X

FINRA Highlights Compliance Focus for 2026

"The 2026 Report includes new and updated content on cyber-enabled fraud, senior investors and trends in generative artificial intelligence . . . These insights from our oversight activities—combined with other intelligence—are designed to help member firms identify emerging risks and implement effective controls as needed."
Greg Ruppert, FINRA Chief Regulatory Operations Officer
"The 2026 Report includes new and updated content on cyber-enabled fraud, senior investors and trends in generative artificial intelligence . . . These insights from our oversight activities—combined with other intelligence—are designed to help member firms identify emerging risks and implement effective controls as needed."
Greg Ruppert, FINRA Chief Regulatory Operations Officer

In its 2026 FINRA Annual Regulatory Oversight Report, FINRA highlighted areas of focus for the new year, reviewed recent compliance deficiencies and observations and offered guidance for member firms on their regulatory obligations.

In the report, FINRA outlined regulatory obligations related to financial crimes, Gen AI, firm operations, crypto, market integrity and trading, and financial management, as summarized below:

Financial Crimes Prevention

Regulatory Obligations: Firms must adhere to SEC Regulations S-P (Privacy of Consumer Financial Information) and S-ID (Identity Theft Red Flags), as well as FINRA Rules 3110 ("Supervision") and 4370 ("Business Continuity Plans") regarding cybersecurity. Under the Bank Secrecy Act ("BSA") and FINRA Rule 3310 ("Anti-Money Laundering Compliance Program"), firms are required to develop and implement a written Anti-Money Laundering ("AML") program reasonably designed to detect and report suspicious transactions. Additionally, FINRA rules prohibit manipulative trading practices, including Rules 2010 ("Standards of Commercial Honor and Principles of Trade"), 2020 ("Use of Manipulative, Deceptive or Other Fraudulent Devices"), and 5210 ("Publication of Transactions and Quotations").

Findings

  • Cybersecurity: FINRA observed threats including ransomware, data breaches, and "quishing" (QR code phishing), as well as GenAI-enabled fraud such as deepfake audio/video and polymorphic malware.
  • AML: Firms failed to reasonably tailor AML programs to their business or detect red flags, particularly regarding small-cap public offerings and omnibus accounts. Firms also failed to verify customer identities within reasonable timeframes, sometimes auto-approving accounts despite invalid Social Security numbers.
  • Manipulative Trading: Firms lacked procedures to identify patterns of manipulation or failed to tailor surveillance to different "sources of order flow." FINRA noted a continued increase in small-cap fraud involving exchange-listed equities, often utilizing nominee accounts and social media scams.

GenAI

Regulatory Obligations: FINRA said its rules are technologically neutral; concluding that existing rules regarding supervision (Rule 3110), communications, and recordkeeping apply to the use of Generative AI. If a firm relies on GenAI tools for supervision, its procedures must consider the integrity, reliability, and accuracy of the AI model.

Findings and Trends.

  • Model Risks: Firms must manage risks related to "hallucinations" (where models generate inaccurate information presented as fact) and "bias" (skewed outputs due to limited or inaccurate training data).
  • AI Agents: FINRA highlighted emerging risks regarding "AI Agents" that autonomously perform tasks.

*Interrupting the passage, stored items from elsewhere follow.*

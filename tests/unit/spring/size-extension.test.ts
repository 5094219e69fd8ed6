import fc from 'fast-check'
import { describe, expect, it } from 'vitest'
import { checkSizeRequirement, evaluateExtension, sizeSpring, type ExtensionInput, type ExtensionSizeRequest, type SizedDesignOf } from '#shared/spring'
import { HOOK_FORMS } from '../../../shared/spring/codes'
import { EN_CODES, makeWires } from './springs'

const catalogue = makeWires(...EN_CODES)
const someWires = catalogue.filter((_, i) => i % 6 === 0)

const bounded = (min: number, max: number) => fc.double({ min, max, noNaN: true })
const maybe = <T>(value: fc.Arbitrary<T>) => fc.option(value, { nil: undefined })
const conditions = {
  method: fc.constantFrom('en13906' as const, 'wahl' as const),
  duty: maybe(fc.record({ cycles: fc.constantFrom(1e3, 1e6) })),
  toleranceGrade: fc.constantFrom(1 as const, 2 as const, 3 as const),
  hook: maybe(fc.record({ form: fc.constantFrom(...HOOK_FORMS) })),
  fit: maybe(fc.record({ boreMm: maybe(bounded(8, 60)), rodMm: maybe(bounded(2, 10)), maxFreeLengthMm: maybe(bounded(30, 200)), maxSolidLengthMm: maybe(bounded(15, 100)) })),
}
const first = { L: bounded(25, 150), F: bounded(2, 200) }
const twoPoints: fc.Arbitrary<ExtensionSizeRequest> = fc.record({ ...first, travel: bounded(5, 80), more: bounded(2, 200), ...conditions })
  .map(({ L, F, travel, more, ...rest }) => ({ kind: 'extension', points: [{ lengthMm: L, forceN: F }, { lengthMm: L + travel, forceN: F + more }], ...rest }))
const withRate: fc.Arbitrary<ExtensionSizeRequest> = fc.record({ ...first, rateNPerMm: bounded(0.1, 10), ...conditions })
  .map(({ L, F, ...rest }) => ({ kind: 'extension', points: [{ lengthMm: L, forceN: F }], ...rest }))
const withFreeLength: fc.Arbitrary<ExtensionSizeRequest> = fc.record({ ...first, shorter: bounded(2, 60), ...conditions })
  .map(({ L, F, shorter, ...rest }) => ({ kind: 'extension', points: [{ lengthMm: L, forceN: F }], freeLengthMm: Math.max(8, L - shorter), ...rest }))
const oneLoad: fc.Arbitrary<ExtensionSizeRequest> = fc.record({ ...first, ...conditions })
  .map(({ L, F, ...rest }) => ({ kind: 'extension', points: [{ lengthMm: L, forceN: F }], ...rest }))
const noLoad: fc.Arbitrary<ExtensionSizeRequest> = fc.record({ freeLengthMm: bounded(15, 150), rateNPerMm: bounded(0.1, 10), ...conditions })
  .map(rest => ({ kind: 'extension', points: [], ...rest }))
const anyForm = fc.oneof(twoPoints, withRate, withFreeLength, oneLoad, noLoad)

const stops = (input: ExtensionInput) => evaluateExtension(input).checks.filter(c => !c.ok && c.severity === 'stop').map(c => c.code)
const designsOf = (request: ExtensionSizeRequest, wires = someWires) =>
  sizeSpring(request, wires, { explainConflict: false }).designs as readonly SizedDesignOf<'extension'>[]

describe('what an extension design is', () => {
  it('meets the request and passes every stop check when its spring is evaluated again', () => {
    let found = 0
    fc.assert(fc.property(anyForm, (request) => {
      for (const design of designsOf(request)) {
        found++
        const again = evaluateExtension(design.spring)
        expect(stops(design.spring)).toEqual([])
        request.points.forEach((point, i) => expect((again.points[i]?.forceN ?? 0) / point.forceN).toBeCloseTo(1, 7))
        if (request.rateNPerMm !== undefined) expect(again.rateNPerMm / request.rateNPerMm).toBeCloseTo(1, 8)
        if (request.freeLengthMm !== undefined) expect(design.freeLengthMm / request.freeLengthMm).toBeCloseTo(1, 8)
        expect(again.massG).toBeCloseTo(design.objectiveValue, 8)
      }
    }), { numRuns: 150, seed: 11 })
    expect(found).toBeGreaterThan(60)
  }, 60_000)

  it('takes whole steps of body coils and diameter where they are asked, with forces within 1 %', () => {
    let found = 0
    fc.assert(fc.property(anyForm, (request) => {
      for (const design of designsOf({ ...request, coilStep: 0.25, diameterStepMm: 0.1 })) {
        found++
        expect(design.totalCoils * 4).toBeCloseTo(Math.round(design.totalCoils * 4), 9)
        expect(design.meanDiameterMm * 10).toBeCloseTo(Math.round(design.meanDiameterMm * 10), 9)
        expect(stops(design.spring)).toEqual([])
        request.points.forEach((point, i) => expect(Math.abs((design.evaluation.points[i]?.forceN ?? 0) / point.forceN - 1)).toBeLessThan(0.010001))
      }
    }), { numRuns: 80, seed: 12 })
    expect(found).toBeGreaterThan(30)
  }, 60_000)
})

describe('the best extension spring', () => {
  it('is the same every time, whatever the order of the wires', () => {
    const request: ExtensionSizeRequest = { kind: 'extension', points: [{ lengthMm: 60, forceN: 20 }, { lengthMm: 80, forceN: 50 }] }
    const answer = (wires: typeof catalogue) => designsOf(request, wires).map(d => [d.wireId, d.meanDiameterMm, d.objectiveValue])
    expect(answer([...catalogue].reverse())).toEqual(answer(catalogue))
  })
})

describe('a rate and a free length without a load', () => {
  const request: ExtensionSizeRequest = { kind: 'extension', points: [], rateNPerMm: 1.5, freeLengthMm: 50 }

  it('give both, with a tension in the middle of what is sensible, and say so', () => {
    const [best] = designsOf(request, catalogue)
    expect(best).toBeDefined()
    const e = best?.evaluation
    expect(e?.rateNPerMm).toBeCloseTo(1.5, 7)
    expect(e?.insideHooksFreeLengthMm).toBeCloseTo(50, 6)
    const [low, high] = e?.initialStressRangeMpa ?? [0, 0]
    expect(e?.initialStressMpa).toBeCloseTo((low + high) / 2, 9)
    expect(e?.assumptions.join(' ')).toContain('middle of the sensible range')
    expect(e?.points).toEqual([])
  })

  it('may leave the length to steps, and then say by how much', () => {
    for (const steps of [{ coilStep: 0.25 }, { diameterStepMm: 0.1 }, { coilStep: 0.25, diameterStepMm: 0.1 }]) {
      const designs = designsOf({ ...request, ...steps }, catalogue)
      expect(designs.length).toBeGreaterThan(0)
      for (const { evaluation } of designs) {
        expect(Math.abs(evaluation.insideHooksFreeLengthMm / 50 - 1)).toBeLessThan(0.010001)
        expect(Math.abs(evaluation.rateNPerMm / 1.5 - 1)).toBeLessThan(0.010001)
        expect(evaluation.assumptions.join(' ')).toContain('by up to 1 %')
      }
    }
  })

  it('are both needed, and both named when no spring has them', () => {
    expect(checkSizeRequirement({ ...request, rateNPerMm: undefined }).map(({ path }) => path)).toEqual([['points']])
    expect(checkSizeRequirement(request)).toEqual([])
    const { conflict } = sizeSpring({ ...request, rateNPerMm: 200 }, someWires)
    expect(conflict?.requirements).toEqual(['rateNPerMm', 'freeLengthMm'])
    expect(conflict?.changes.length).toBeGreaterThan(0)
  })
})

describe('why no extension spring fits', () => {
  it('names a smallest clash and changes that give a spring', () => {
    const request: ExtensionSizeRequest = { kind: 'extension', points: [{ lengthMm: 60, forceN: 20 }, { lengthMm: 80, forceN: 50 }], fit: { boreMm: 4 } }
    const { conflict } = sizeSpring(request, catalogue)
    expect(conflict?.requirements).toContain('fit.boreMm')
    const widened = conflict?.changes.find(change => change.path === 'fit.boreMm')
    expect(widened?.to).toBeGreaterThan(4)
    expect(sizeSpring({ ...request, fit: { boreMm: widened?.to } }, catalogue).designs.length).toBeGreaterThan(0)
    expect(sizeSpring({ ...request, fit: { boreMm: (widened?.to ?? 0) * 0.97 } }, catalogue, { explainConflict: false }).designs).toEqual([])
  })
})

Risks include agents acting beyond their intended authority, lack of auditability in multi-step reasoning, and potential misuse of sensitive data.
  • Fraud: Fraudsters are using GenAI to create voice clones, fake ID documents, and deepfake selfies to circumvent identity verification processes.

Firm Operations

Regulatory Obligations

  • Third-Party Risk: Firms must maintain supervisory systems for outsourcing activities to ensure compliance with FINRA Rule 3110 and Rule 4370 ("Business Continuity Plans and Emergency Contact Information").
  • Outside Business Activities (OBA) and Private Securities Transactions (PST): FINRA Rules 3270 ("Outside Business Activities of Registered Persons") and 3280 ("Private Securities Transactions of an Associated Person") require registered persons to notify firms of OBAs and PSTs so firms can evaluate them.
  • Books and Records: SEA Rules 17a-3 ("Records to be made by certain exchange members, brokers and dealers") and 17a-4 ("Records to be preserved by certain exchange members, brokers and dealers") and FINRA Rule 4511 ("General Requirements") require firms to preserve financial records and business-related communications.
  • Senior Investors: FINRA Rule 4512 ("Customer Account Information") requires firms to make reasonable efforts to obtain Trusted Contact Person information.

Findings

  • OBA/PST: Firms incorrectly interpreted "selling compensation" too narrowly (e.g., focusing only on direct commissions) and failed to supervise or record PSTs for compensation.
  • Books and Records: Firms failed to capture and archive electronic correspondence of part-time staff or those using third-party vendor email addresses. FINRA also noted inadequate supervision of "off-channel" communications (e.g., text messages, personal email).
  • Senior Investors: Firms failed to make reasonable attempts to obtain TCP information for all non-institutional customers or failed to provide written disclosures explaining when a TCP may be contacted.

Crypto

Regulatory Obligations: Federal securities laws and FINRA rules apply to crypto assets that are securities. FINRA Rule 2210 ("Communications with the Public") governs communications with the public, and Rule 3110 requires supervision of crypto asset-related activities.

Findings

  • Communications: Firms disseminated promotional materials with false or misleading statements, such as comparing crypto assets to cash without a sound basis or making misleading claims about SIPC protection.
  • Supervision: Firms failed to conduct appropriate due diligence on crypto asset private placements and products recommended to customers.
  • AML: Firms failed to establish AML programs reasonably designed to detect suspicious crypto asset transactions.
  • Transfers: Firms improperly rejected ACATS transfer requests for brokerage assets because the customer also held a separate crypto balance at the firm's affiliate.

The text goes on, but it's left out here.